De Nieuwe Gids. Jaargang 49
(1934)– [tijdschrift] Nieuwe Gids, De– Gedeeltelijk auteursrechtelijk beschermd
[pagina 154]
| |
Schetsen door Eva Asscher.‘De kindersymphonie’.‘Hét kind helpen’...... dat geeft onbetwist botsingen met zijn gezaghebbenden. Door zijn zelfstandigheid te vieren, komt men zeker bij de overmacht in 't gedrang. En de úitingen dezer beide gemoedsbewegingen waren in flagranten strijd met mijn heilig voornemen Moeder leed te besparen, wetende, dat ze niet gezond was. De spanning, waaronder ik in de eerstvolgende jaren gebukt ging, nam een al grootere afmeting aan. Hoewel de aanhankelijkheid, die ik Moeder toedroeg, me in deze in alle opzichten netelige periode niet weinig bemoedigde. Mijn uitgesproken muzikale aanleg werd me tot steun. In het pianospel ontlaadden zich de stemmingen, welke geen anderen uitweg wisten te vinden. In dien tijd noodigden familie, vrienden, zelfs patienten van Vader mij uit op vele partijtjes om het dansen van de kinderen te begeleiden met mijn muziek. Zoo werd mijn faam de oorzaak, dat men mij, nu er een zilveren bruiloft op handen was bij een der studievrienden van mijn broer, op tienjarigen leeftijd aanzocht den nachtegaalsolo te fluiten in een kindersymphonie, die wat de overige instrumenten betrof door volwassenen zou worden uitgevoerd, waaronder zeer begaafden waren.
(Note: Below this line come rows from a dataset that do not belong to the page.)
def _control_notes(st: _Setup, down: _Downstream, sub: _SubPass, up: _Upstream, gov: _Governed):
    """The notes on the governed profile: inflows, chokes, near-critical stretches, gates, and what the end
    controls did."""
    notes, segs, x, n = st.notes, st.segs, st.x, st.n
    depth, regime, classes = gov.depth, gov.regime, st.classes
    _inflow_notes(notes, st.segments, segs, st.bounds, x, regime)
    _conveyance_ratio_notes(notes, st.segments, segs, st.bounds, x, depth)
    _choke_notes(notes, segs, classes, st.bounds, x, depth, regime)
    _several_critical_notes(notes, segs, st.bounds, x, depth)
    _untraced_notes(notes, segs, st.bounds, x, regime)
    _jump_energy_notes(notes, segs, gov.jumps)
    near_critical_notes(notes, segs, st.bounds, x, depth)
    for k, jet in sub.gate_jet.items():
        i0 = st.bounds[k][0]
        gate = st.control(k, st.segments[k].gate)
        for s in range(n):
            notes[s].append(note(float(x[i0]), "gate", k=k, control=_one(gate, s), submerged=sub.gate_submerged[k][s],
                                 jet=jet[s], depth_up=depth[s, i0 - 1]))
    ctrl, governs_down = down.ctrl, down.governs
    if ctrl is not None:
        for s in range(n):
            if governs_down[s] and regime[s, -1] != REGIME_SUPER:
                notes[s].append(note(float(x[-1]), "downstream control", control=_one(ctrl, s)))
            elif not governs_down[s]:
                below = regime[s, -1] != REGIME_SUPER and down.y_down[s] < segs[-1].yc[s]
                notes[s].append(note(float(x[-1]), "unused control", end="downstream", control=_one(ctrl, s),
                                     critical=float(segs[-1].yc[s]) if below else None))
        _add_details(notes, ctrl, down.end_state, depth[:, -1], float(x[-1]))
    elif st.reach.downstream is None:
        for s in range(n):
            if classes[s, -1] != "steep" and regime[s, -1] != REGIME_SUPER:
                assumed = "normal depth" if classes[s, -1] == "mild" else "critical depth"
                notes[s].append(note(float(x[-1]), "downstream control", assumed=assumed))
    if up.ctrl is not None:
        for s in up.from_control.nonzero()[0]:
            notes[s].append(note(0.0, "upstream control", control=_one(up.ctrl, s)))
        _add_details(notes, up.ctrl, up.state, depth[:, 0], 0.0)
    if ctrl is not None:
        top = segs[-1].section.max_depth
        for s in (governs_down & (down.y_down > top)).nonzero()[0]:
            notes[s].append(note(float(x[-1]), "submerged outlet", head=down.y_down[s] - top))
De 1ste viool was zelfs een bijzondere kracht. | |
[pagina 155]
| |
De orkestleden zouden in een kleinejongenscostuum optreden. Ook de leider leende zich gewillig tot deze travestie. Daar opeens kreeg de eerste viool den grappigen inval, - omdat ik met de overige spelers zooveel in leeftijd verschilde - ter evenredigheid mij, in een zuigelingepakje gekleed op zijn arm binnen te dragen en in een kinderstoeltje vooraan op het podium neer te zetten. Wat met luide instemming werd begroet. Die bons was te groot voor mijn eigenwaarde, te hevig voor mij, die juist zoo graag als ‘meisje’ verlangde te worden geteld, evenals mijn vier jaar oudere zus, die ook op deze partij zou komen. Hevig protest volgde. Zonder succes. Thuis gekomen, mijn leed zeer waarschijnlijk té heftig demonstreerende, oordeelde Moeder de grap allerleukst en dwong mij er toe, òf mij er bij neer te leggen òf voor het feest te bedanken. Ik doorvoelde wat Moeder verlangde en besloot mij te onderwerpen. Maar de Heer B.........! Vele repetities werden gehouden en de vier matenlange jubelende nachtegaalsolo gaf prompt gehoor aan de cantilene der zoo puike eerste viool. Een waar minnespel. Wat mij betrof, meende ik dat die scène reeds van de eerste repetitie voortreffelijk van stapel liep. Ik nam echter met de grootste zelfbeheersching zes weken lang, of liever gedurende de 18 repetities de vele vriendelijke en ook niet vriendelijke opmerkingen van mijn verwaanden partner, den eersten viool, in ontvangst. Bedrukt leefde ik voort. We kunnen later best de symphonie voor liefdadige doeleinden ten beste geven, constateerde de orkestleider voldaan. Een schok ging door mijn leden. Werd het Abraham's offer dan nu aan levenden lijve van me gevraagd? Ik liet mij den feestavond, uiterlijk kalm, door den eersten viool opdragen en in het pijnbankje deponeeren. Was het een voornemen geweest uit het onderbewuste? Bracht het uitbundig gelach, dat mijn zuigelingepakje bij de | |
[pagina 156]
| |
reeds door wijn verhitte gasten opwekte, mede de aansporing er toe? Of beide? - Ze schaterden toch bij elken kleinen jongen, die met zijn kort geruite broekje aan en het jachtclubje op met zijn vingertje in den mond verscheen. - Toen de zanger den eersten toon op zijn viool inzette, sloeg de nachtegaal prompt aan en jubelde uit volle keel den geheelen beroemden vioolsolo mede. Als triomf gonsde het in mijn ooren.... triltriltriltril,.... nu moét jij...... triltriltriltril...... jíj moet...... De Heer B. was daartegen machteloos, wilde hij het voornaamste nummer van het programma niet in duigen doen vallen. De solo zonk nederig onder mijn enthousiasme weg. Eerst later, na Moeders dood, toen ik als jong meisje diezelfde kindersymphonie dirigeerde, heb ik den nachtegaal met gemoedsrust hooren vertolken, volkomen ervan bewust, die fout te hebben overwonnen.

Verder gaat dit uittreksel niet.